Temporal Dropout Risk in Learning Analytics: A Harmonized Survival Benchmark Across Dynamic and Early-Window Representations
Summary: arXiv:2604.08870v1 Announce Type: cross
Abstract
Student dropout remains a significant concern in the field of Learning Analytics. However, comparative studies often evaluate predictive models using heterogeneous protocols, which tend to prioritize discrimination over critical factors such as temporal interpretability and calibration. In response to this challenge, the present study introduces a survival-oriented benchmark aimed at modeling temporal dropout risk by utilizing the Open University Learning Analytics Dataset (OULAD).
Methodology
This study compares two harmonized arms: a dynamic weekly arm, which employs models in person-period representation, and a continuous-time arm that features an expanded roster of modeling families. These families include:
- Tree-based survival models
- Parametric models
- Neural models
Evaluation Protocol
The evaluation protocol consists of four analytical layers that assess:
- Predictive performance
- Ablation
- Explainability
- Calibration
Results are reported separately for each arm, as conducting a single cross-arm ranking is not methodologically warranted.
Key Findings
In the comparable continuous-time arm, the Random Survival Forest model demonstrated superior discrimination and horizon-specific Brier scores. Meanwhile, the dynamic weekly arm saw the Poisson Piecewise-Exponential model narrowly leading in integrated Brier score within a tight cluster of five competing families.

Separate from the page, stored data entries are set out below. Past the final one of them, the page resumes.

Each case ends as one of: ``design_error`` (a DesignError whose problems are one line each),
``solved`` (clean), ``flagged`` (solved with a flagged point, each with its reason), ``crash``
(any other exception or warning, or a multi-line problem) or ``silent_wrong`` (an unflagged
point with a negative or non-finite number or an open energy balance). The counts are printed;
the exit status is 1 when there is any crash or silent-wrong case.
"""

from __future__ import annotations

import argparse
import copy
import math
import random
import tempfile
import time
import tomllib
import traceback
import warnings
from collections import Counter
from importlib import resources
from pathlib import Path

import numpy as np

ROOT = Path(__file__).resolve().parents[1]
BALANCE = 1e-3
OUTCOMES = ("design_error", "solved", "flagged", "crash", "silent_wrong")


def bases() -> dict[str, dict]:
    """The shipped designs the mutations start from: every sample and the demo."""
    out = {}
    for path in sorted((ROOT / "sample_inputs").glob("*.toml")):
        out[path.stem] = tomllib.loads(path.read_text(encoding="utf-8"))
    demo = resources.files("lossbudget") / "data" / "demo.toml"
    out["demo"] = tomllib.loads(demo.read_text(encoding="utf-8"))
    return out


# ---- mutations ------------------------------------------------------------------------------


def _leaves(node, path=()):
    """Every (container, key, path) below a design dict, containers included."""
    items = node.items() if isinstance(node, dict) else enumerate(node)
    for key, value in items:
        yield node, key, (*path, key)
        if isinstance(value, dict | list):
            yield from _leaves(value, (*path, key))


_WRONG_UNITS = ("uF", "mH", "degC", "K/W", "kHz", "V", "A", "mohm", "nC", "cm3", "%", "h")


def _scaled(value, rng: random.Random):
    """The same quantity scaled by a power of ten, its unit kept (an extreme legal value)."""
    k = rng.choice((-30, -12, -6, -3, -1, 1, 2, 3, 6, 12, 30, 300))
    if isinstance(value, bool):
        return not value
    if isinstance(value, int | float):
        return value * 10.0**k
    if isinstance(value, str):
        head, _, tail = value.partition(" ")
        try:
            number = float(head)
        except ValueError:
            return value + "0"
        return f"{number * 10.0**k:g} {tail}".strip()
    return value


def _replacement(value, rng: random.Random):
    pool = [
        0,
        -1,
        1,
        -1e308,
        1e308,
        1e-320,
        math.nan,
        math.inf,
        9223372036854775807,
        -9223372036854775807,
        400,
        "",
        "x" * rng.choice((1, 80, 100_000)),
        "1e-320 ohm",
        "0 K",
        "-273.15 degC",
        "1e308 V",
        "nan",
        "cart\tbus",
        "line\nbreak",
        "\x1b[2J",
        "=2+2",
        "$x^2$",
        True,
        [],
        {},
        [1, 2, 3],
        {"typ": "1 V"},
    ]
    roll = rng.random()
    if roll < 0.45:
        return _scaled(value, rng)
    if roll < 0.55 and isinstance(value, str):
        head = value.split(" ")[0]
        return f"{head} {rng.choice(_WRONG_UNITS)}"
    if roll < 0.62 and isinstance(value, int | float) and not isinstance(value, bool):
        return -value
    return rng.choice(pool)


def mutate(raw: dict, rng: random.Random) -> tuple[dict, list[str]]:
    """One to three random edits of a design; returns the edited copy and what was done."""
    raw = copy.deepcopy(raw)
    done = []
    for _ in range(rng.choice((1, 1, 2, 3))):
        spots = list(_leaves(raw))
        if not spots:
            break
        parent, key, path = rng.choice(spots)
        what = rng.random()
        name = ".".join(str(p) for p in path)
        if what < 0.12 and isinstance(parent, dict):
            del parent[key]
            done.append(f"del {name}")
        elif what < 0.17 and isinstance(parent, dict):
            parent[f"{key}_extra"] = 1
            done.append(f"add {name}_extra")
        elif isinstance(parent[key], dict | list) and parent[key] and what < 0.3:
            continue  # the edit goes below
        else:
            parent[key] = _replacement(parent[key], rng)
            done.append(f"set {name} = {str(parent[key])[:40]!r}")
    return raw, done


# ---- judging one design -----------------------------------------------------------------------


def judge_budget(budget) -> tuple[str, str]:
    """``flagged``, ``solved`` or ``silent_wrong`` (with what is wrong) for a solved budget."""
    flagged = budget.flagged
    marked = flagged | budget.flags["extrapolated"]
    good = ~flagged
    reason = np.asarray(budget.reason).astype(str)
    if np.any(marked & (reason == "")):
        return "silent_wrong", "a flagged point without its reason"
    with np.errstate(invalid="ignore"):
        for key, value in budget.losses.items():
            value = np.broadcast_to(value, budget.shape)
            if np.any(good & ~np.isfinite(value)):
                return "silent_wrong", f"non-finite loss {key} unflagged"
            if np.any(good & (value < 0)):
                return "silent_wrong", f"negative loss {key} unflagged"
        for group in (budget.temperatures, budget.stresses):
            for key, value in group.items():
                if np.any(good & ~np.isfinite(np.broadcast_to(value, budget.shape))):
                    return "silent_wrong", f"non-finite {key} unflagged"
        pin = budget.input_power
        rel = np.abs(budget.source_input_power - pin) / np.abs(pin)
        if np.any(good & ~(rel <= BALANCE)):
            worst = float(np.nanmax(np.where(good, rel, np.nan)))
            return "silent_wrong", f"energy balance off by {worst:.3g}"
        eff = budget.efficiency
        if np.any(good & ~((eff > 0) & (eff <= 1))):
            return "silent_wrong", "efficiency outside (0, 1]"
    return ("flagged" if np.any(marked) else "solved"), ""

It is important to note that the no-refit bootstrap sampling variability indicates these positions should be interpreted as directional signals rather than definitive claims of superiority.

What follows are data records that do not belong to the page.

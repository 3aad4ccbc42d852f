import { deliverPendingMail } from "@/lib/mail/outbox";

const MAIL_RETRY_MS = 30_000;
let started = false;

/** Starts the in-process timers once per server process. */
export function startBackgroundJobs() {
  if (started) return;
  started = true;
  const timer = setInterval(() => {
    deliverPendingMail().catch((e) => console.error("[jobs] mail retry failed:", e instanceof Error ? e.message : e));
  }, MAIL_RETRY_MS);
  timer.unref();
}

Ablation and Explainability
Ablation and explainability analyses converged on a significant finding across all model families: the dominant predictive signal was predominantly temporal and behavioral in nature. This result diverges from traditional expectations that emphasize demographic or structural factors as primary predictors of dropout risk.
Calibration Insights
Calibration analyses further supported this temporal-behavioral perspective in the models exhibiting better discrimination. However, an exception was noted with the XGBoost Accelerated Failure Time (AFT) model, which displayed a systematic bias in its predictions.
Conclusion
These findings underscore the importance of establishing a harmonized, multi-dimensional benchmark in Learning Analytics. They also position dropout risk as a temporal-behavioral process, challenging the notion that it is merely a function of static background attributes. This study contributes valuable insights for future research and practical applications in Learning Analytics, aiming to enhance predictive accuracy and ultimately reduce dropout rates in educational settings.